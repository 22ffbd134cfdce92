"""The raw mesh: straight triangles that know which kernel curves their sides follow."""

from __future__ import annotations

from dataclasses import dataclass

from membrane.records.arrays import Floats, Ints


@dataclass(frozen=True)
class RawMesh:
    """A conforming mesh of straight triangles, as the kernel makes it.

    vertices : (2, n_vertices), metres
    triangles : (3, n_triangles), counter-clockwise
    face : (n_triangles,), tag of the kernel surface that each triangle lies on
    segments : (2, n_segments), vertex pairs along the kernel's curves
    segment_curve : (n_segments,), tag of the kernel curve of each segment
    segment_parameters : (2, n_segments), the curve's parameter at the two ends; on a
        closed curve the seam has the first or the last parameter, whichever is next
        to the other end
    """

    vertices: Floats
    triangles: Ints
    face: Ints
    segments: Ints
    segment_curve: Ints
    segment_parameters: Floats

    @property
    def size(self) -> int:
        """How many triangles there are."""
        return int(self.triangles.shape[1])

    @property
    def areas(self) -> Floats:
        """(n_triangles,), square metres, of the straight triangles; positive."""
        return signed_areas(self.vertices[:, self.triangles])


def signed_areas(corners: Floats) -> Floats:
    """Areas (n,) of triangles with ``corners`` (2, 3, n), positive counter-clockwise."""
    (x0, x1, x2), (y0, y1, y2) = corners
    areas: Floats = 0.5 * ((x1 - x0) * (y2 - y0) - (x2 - x0) * (y1 - y0))
    return areas
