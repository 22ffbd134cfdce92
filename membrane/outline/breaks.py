"""Curves along the jumps and kinks of varying coefficients, for the mesh to follow."""

from __future__ import annotations

from collections.abc import Iterable, Iterator, Sequence
from math import cos, hypot, sin

import numpy as np

from membrane import plugins
from membrane.kernel import Kernel
from membrane.outline.copies import Copy
from membrane.outline.place import place
from membrane.records.breaks import Break, Circle, Place
from membrane.records.function import Function
from membrane.records.study import Shape

BEYOND = 1.1
"""How far a straight line reaches, in distances to the farthest corner of the head's box."""


def break_curves(
    kernel: Kernel, functions: Iterable[Function], rim: Sequence[Copy]
) -> Iterator[int]:
    """The kernel's curves along all lines of breaks, each once; they may leave the head.

    rim : loose copies of the outline's edges
    """
    lines = dict.fromkeys((line, f.origin) for f in functions for line in f.breaks)
    for line, origin in lines:
        yield from place(kernel, _shape(line, origin, _reach(line, origin, rim))).border


def _shape(line: Break, origin: Place, reach: float) -> Shape:
    """The line as a shape of its own."""
    if isinstance(line, Circle):
        disc = plugins.load("outline", "disc").Options(2 * line.radius)
        return Shape("disc", disc, _sum(line.centre, origin))
    ahead = reach * cos(line.angle), reach * sin(line.angle)
    back = (0.0, 0.0) if line.begins else (-ahead[0], -ahead[1])
    points = plugins.load("outline", "polyline").Options((back, ahead))
    return Shape("polyline", points, _sum(line.start, origin))


def _reach(line: Break, origin: Place, rim: Sequence[Copy]) -> float:
    """Metres from where a straight line starts to beyond the whole head."""
    if isinstance(line, Circle):
        return 0.0
    low = np.min([copy.low for copy in rim], axis=0) - origin - line.start
    high = np.max([copy.high for copy in rim], axis=0) - origin - line.start
    return BEYOND * hypot(*np.maximum(np.abs(low), np.abs(high)))


def _sum(one: Place, other: Place) -> Place:
    return one[0] + other[0], one[1] + other[1]
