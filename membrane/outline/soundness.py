"""What a cut head must be: in one piece, and without slivers."""

from __future__ import annotations

from collections.abc import Iterable, Sequence
from dataclasses import dataclass
from itertools import combinations

import numpy as np

from membrane.errors import OutlineError
from membrane.kernel import Kernel
from membrane.records.arrays import Floats
from membrane.records.outline import Curve

_SHARPEST = np.radians(1.0)
# How far along the shorter of two curves a sliver between them is looked for.
_SHARE = 0.05


def check_whole(kernel: Kernel, curves: Iterable[Curve], faces: Iterable[int]) -> None:
    """Raise OutlineError where the faces do not hang together along their curves."""
    piece = {face: {face} for face in faces}
    for curve in (curve for curve in curves if not curve.lips):
        beside = [face for face in kernel.neighbours(curve.tag) if face in piece]
        merged = set().union(*(piece[face] for face in beside))
        piece.update({face: merged for face in merged})
    pieces = {frozenset(together) for together in piece.values()}
    if len(pieces) > 1:
        raise OutlineError(
            f"The holes and slits cut the head into {len(pieces)} pieces; "
            "make them smaller, or study each piece on its own."
        )


def check_slivers(kernel: Kernel, curves: Iterable[Curve], faces: Iterable[int]) -> None:
    """Raise OutlineError where two curves that meet close a sliver of the head."""
    inside = tuple(faces)
    meeting: dict[int, list[_Ray]] = {}
    for curve in curves:
        for end, point in enumerate(kernel.ends(curve.tag)):
            meeting.setdefault(point, []).append(_ray(kernel, curve, end))
    for rays in meeting.values():
        for one, other in combinations(rays, 2):
            if one.angle_to(other) < _SHARPEST and _between(kernel, one, other, inside):
                raise OutlineError(_sentence(one, other))


@dataclass(frozen=True)
class _Ray:
    """A curve as it leaves one of its ends (0 first, 1 last): point and unit direction."""

    curve: Curve
    end: int
    point: Floats
    direction: Floats

    def angle_to(self, other: _Ray) -> float:
        (ux, uy), (vx, vy) = self.direction, other.direction
        return float(abs(np.arctan2(ux * vy - uy * vx, ux * vx + uy * vy)))


def _ray(kernel: Kernel, curve: Curve, end: int) -> _Ray:
    at = np.array([kernel.bounds(curve.tag)[end]])
    tangent = kernel.tangent(curve.tag, at)[:, 0] * (1 - 2 * end)
    point = kernel.evaluate(curve.tag, at)[:, 0]
    return _Ray(curve, end, point, tangent / np.hypot(*tangent))


def _between(kernel: Kernel, one: _Ray, other: _Ray, faces: Sequence[int]) -> bool:
    """Whether the head lies between two curves beside their common end."""
    reach = _SHARE * min(one.curve.length, other.curve.length)
    middle = 0.5 * (_along(kernel, one, reach) + _along(kernel, other, reach))
    return any(kernel.is_inside(face, middle) for face in faces)


def _along(kernel: Kernel, ray: _Ray, reach: float) -> Floats:
    bounds = kernel.bounds(ray.curve.tag)
    start, far = bounds[ray.end], bounds[1 - ray.end]
    at = start + (far - start) * reach / ray.curve.length
    return kernel.evaluate(ray.curve.tag, np.array([at]))[:, 0]


def _called(curve: Curve) -> str:
    return next(iter((*curve.edges, *curve.lines)), "the border of a patch")


def _sentence(one: _Ray, other: _Ray) -> str:
    names = " and ".join(_called(ray.curve) for ray in (one, other))
    x, y = (round(1e3 * float(value), 6) + 0.0 for value in one.point)
    return (
        f"Near x = {x:g} mm, y = {y:g} mm a sliver is left between {names}; "
        "move the shapes apart or let them overlap."
    )
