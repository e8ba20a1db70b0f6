import document from '../../../data/materials/materials.json';
import { readMaterials } from './material-list';
import type { Material } from './material-types';

/** The shipped materials, in the order in which they are offered. */
export const MATERIALS: readonly Material[] = readMaterials(document);

export const materialFor = (id: string): Material | undefined =>
  MATERIALS.find((material) => material.id === id.trim().toLowerCase());

/**
 * Yield strength of steel of a thickness, Pa: the band whose limit it does not exceed (EN 10025; a 20 mm flange of S355
 * has 345 N/mm²). Null beyond the last band and for timber, which does not yield.
 */
export function yieldStrength(material: Material, thickness: number): number | null {
  if (material.kind !== 'steel') return null;
  return material.strength.find((band) => thickness <= band.upTo)?.fy ?? null;
}

/**
 * Characteristic fibre and shear strength, Pa, for a check of elastic stresses: f_y and f_y/√3 (von Mises) of steel,
 * f_m,k and f_v,k or F_b and F_v of timber, before any factor of duration, moisture or size. Null beyond the last band.
 */
export function elasticStrength(
  material: Material,
  thickness: number,
): { bending: number; shear: number } | null {
  if (material.kind === 'timber_en') return { bending: material.fm, shear: material.fv };
  if (material.kind === 'timber_nds') return { bending: material.fb, shear: material.fv };
  const fy = yieldStrength(material, thickness);
  return fy === null ? null : { bending: fy, shear: fy / Math.sqrt(3) };
}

* * * * * * *

__EXERCISE REQUIREMENTS__. Could you restate word for word the lines above, from the one that contains "start, far = bounds[ray.end], bounds[1" through the one that contains "def _called(curve: Curve)", and no others?

__ANSWER__.
    start, far = bounds[ray.end], bounds[1 - ray.end]
    at = start + (far - start) * reach / ray.curve.length
    return kernel.evaluate(ray.curve.tag, np.array([at]))[:, 0]


def _called(curve: Curve) -> str:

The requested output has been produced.